Pull each line with the string "given" from the entries.

* Collected data
'''

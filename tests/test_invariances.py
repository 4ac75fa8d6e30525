"""What must not change an energy: turning, mirroring, scaling, units, and how equal material is divided.

Each pair of descriptions is meshed and solved on its own; the energies must agree within the two error bars, and the
bars are small.
"""

from __future__ import annotations

import math
from collections.abc import Sequence
from dataclasses import replace
from pathlib import Path

import numpy as np
import pytest

from wiresolve.describe.materials import Material
from wiresolve.describe.problem import Accuracy, Carriers, Potential, Problem
from wiresolve.describe.section import Layer, Patch, Section
from wiresolve.describe.shapes import Circle, Ellipse, Hexagon, Polygon, Rectangle, Trapezoid, Triangle
from wiresolve.describe.wirefile import parse
from wiresolve.result import Result
from wiresolve.solve import solve

ACCURACY_eV = 1e-7
WELL = Material.given("well", electron_mass=0.067, conduction_edge_eV=0.0)
BARRIER = Material.given("barrier", electron_mass=0.11, conduction_edge_eV=0.35)
COLD = Carriers(temperature_K=(4.2,))
SCALENE = ((0.0, 0.0), (17.0, 2.0), (5.0, 11.0))
L_CORNERS = ((0.0, 0.0), (8.0, 0.0), (8.0, 9.0), (-7.0, 9.0), (-7.0, -8.0), (0.0, -8.0))


def wire(
    section: Section,
    *materials: Material,
    potential: Potential | None = None,
    count: int = 6,
    accuracy_eV: float = ACCURACY_eV,
) -> Problem:
    return Problem(
        title="invariance",
        section=section,
        carriers=COLD,
        accuracy=Accuracy(subbands=count, energy_eV=accuracy_eV),
        materials=materials or (WELL, BARRIER),
        potential=potential,
    )


def solved(problem: Problem) -> Result:
    result = solve(problem)
    assert result.accuracy_met
    assert result.states_missed == 0
    assert (result.errors_eV <= problem.accuracy.energy_eV).all()
    return result


def assert_same(first: Problem, *others: Problem, scale: float = 1.0, mass_scale: float = 1.0) -> None:
    """Energies of the others are those of the first times `scale`, axial masses times `mass_scale`, levels the same."""
    one = solved(first)
    for problem in others:
        other = solved(problem)
        apart = np.abs(other.energies_eV - scale * one.energies_eV)
        assert (apart <= scale * one.errors_eV + other.errors_eV).all(), apart
        assert [s.level for s in other.subbands] == [s.level for s in one.subbands]
        for a, b in zip(one.subbands, other.subbands, strict=True):
            assert a.axial_mass is not None and a.axial_mass_error is not None
            assert b.axial_mass is not None and b.axial_mass_error is not None
            wide = mass_scale * a.axial_mass_error + b.axial_mass_error + 1e-9 * b.axial_mass
            assert abs(b.axial_mass - mass_scale * a.axial_mass) <= wide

'''

* Answer below
WELL = Material.given("well", electron_mass=0.067, conduction_edge_eV=0.0)
BARRIER = Material.given("barrier", electron_mass=0.11, conduction_edge_eV=0.35)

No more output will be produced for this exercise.